Listen /var/run/cups/cups.sock

# Show shared printers on the local network.

Browsing On

BrowseOrder allow,deny

BrowseAllow all

# Default authentication type, when authentication is required...

DefaultAuthType Basic

BrowseAddress 192.168.1.2:631

# Restrict access to the server...

<Location />

  Order allow,deny

  Allow localhost

  Allow 192.168.1.2

</Location>

# Restrict access to the admin pages...

<Location /admin>

  Encryption Required

  Order allow,deny

  Allow localhost

</Location>

# Restrict access to configuration files...

<Location /admin/conf>

  AuthType Default

  Require user @SYSTEM

  Order allow,deny

</Location>

# Set the default printer/job policies...

<Policy default>

  # Job-related operations must be done by the owner or an administrator...

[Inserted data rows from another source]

import { useEffect, useSyncExternalStore } from 'react';
import { apiRequest, isSignedOutError } from '../api/request';
import type { Me } from '../contract/auth';
import { claimPhone } from './phoneOwner';
import { afterFirstScreen } from './firstScreen';

/**
 * Who is signed in, and their roles. Kept apart from the query cache so the field screens (pad,
 * header) start without the query library: the pad's first load stays small. Saved in
 * localStorage so the phone still knows its person offline, and across app updates.
 */
export type MeState = {
  /** undefined: not known yet; null: signed out. */
  data: Me | null | undefined;
  isFetching: boolean;
  /** The last check failed (no signal, server error); `data` keeps the last answer. */
  error: Error | null;
  isPending: boolean;
};

const STORAGE_KEY = 'ringcall.me';
/** An answer younger than this is not asked again when the app comes back into focus. */
const FRESH_MS = 60_000;

export async function fetchMe(): Promise<Me | null> {
  try {
    return await apiRequest<Me>('/api/me');
  } catch (error) {
    // A 401 means "signed out", not an error.
    if (isSignedOutError(error)) return null;
    throw error;
  }
}

type Saved = { me: Me | null; at: number };

function readSaved(): Saved | undefined {
  try {
    const raw = localStorage.getItem(STORAGE_KEY);
    return raw ? (JSON.parse(raw) as Saved) : undefined;
  } catch {
    return undefined;
  }
}

const saved = typeof localStorage === 'undefined' ? undefined : readSaved();
let checkedAt = saved?.at ?? 0;
let state: MeState = {
  data: saved?.me,
  isFetching: false,
  error: null,
  isPending: saved === undefined,
};
const listeners = new Set<() => void>();

/** Who this page knows is signed in, outside React (what `useMe` starts from). */
export const knownMe = (): Me | null | undefined => state.data;

function update(next: Partial<MeState>) {
  state = { ...state, ...next };
  state.isPending = state.data === undefined && state.error === null;
  listeners.forEach((l) => l());
}

/**
 * Records the answer, here and for the app's other tabs. A person signed in makes the phone
 * theirs first, so no screen shows them the previous person's data even for a moment.
 */
export function setMe(me: Me | null): void {
  if (me) claimPhone(me.user.id);
  checkedAt = Date.now();
  try {
    localStorage.setItem(STORAGE_KEY, JSON.stringify({ me, at: checkedAt } satisfies Saved));
  } catch {
    // Storage full or blocked: the answer still holds for this page.
  }
  update({ data: me, error: null });
}

let inFlight: Promise<void> | undefined;

/** Asks the server who is signed in; one request at a time however many screens ask. */
export function checkMe(): Promise<void> {
  inFlight ??= (async () => {
    update({ isFetching: true });
    try {
      setMe(await fetchMe());
    } catch (error) {
      update({ error: error instanceof Error ? error : new Error(String(error)) });
    } finally {
      inFlight = undefined;
      update({ isFetching: false });
    }
  })();
  return inFlight;
}

const checkIfOld = () => {
  if (Date.now() - checkedAt > FRESH_MS) void checkMe();
};

function subscribe(listener: () => void) {
  listeners.add(listener);
  return () => listeners.delete(listener);
}

if (typeof window !== 'undefined') {
  // Signing out in one tab signs out the others.
  window.addEventListener('storage', (event) => {
    if (event.key !== STORAGE_KEY) return;
    const next = readSaved();
    checkedAt = next?.at ?? 0;
    update({ data: next?.me ?? null, error: null });
  });
  window.addEventListener('online', () => void checkMe());
  window.addEventListener('focus', checkIfOld);
}

/**
 * The signed-in person. Every screen that shows it asks the server again when it mounts: a saved
 * answer may predate a sign-out elsewhere. Opened on the pad, the question waits until the pad has
 * drawn (from the saved answer): on a slow phone it came before that drawing's first frame.
 */
export function useMe(): MeState {
  useEffect(() => afterFirstScreen(() => void checkMe()), []);
  return useSyncExternalStore(
    subscribe,
    () => state,
    () => state,
  );
}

  <Limit Send-Document Send-URI Hold-Job Release-Job Restart-Job Purge-Jobs Set-Job-Attributes Create-Job-Subscription Renew-Subscription Cancel-Subscription Get-Notifications Reprocess-Job Cancel-Current-Job Suspend-Current-Job Resume-Job CUPS-Move-Job>

    Require user @OWNER @SYSTEM

    Order deny,allow

  </Limit>

  # All administration operations require an administrator to authenticate...

  <Limit CUPS-Add-Modify-Printer CUPS-Delete-Printer CUPS-Add-Modify-Class CUPS-Delete-Class CUPS-Set-Default>

    AuthType Default

    Require user @SYSTEM

    Order deny,allow

  </Limit>

  # All printer operations require a printer operator to authenticate...

  <Limit Pause-Printer Resume-Printer Enable-Printer Disable-Printer Pause-Printer-After-Current-Job Hold-New-Jobs Release-Held-New-Jobs Deactivate-Printer Activate-Printer Restart-Printer Shutdown-Printer Startup-Printer Promote-Job Schedule-Job-After CUPS-Accept-Jobs CUPS-Reject-Jobs>

    AuthType Default

    Require user @SYSTEM

    Order deny,allow

  </Limit>

  # Only the owner or an administrator can cancel or authenticate a job...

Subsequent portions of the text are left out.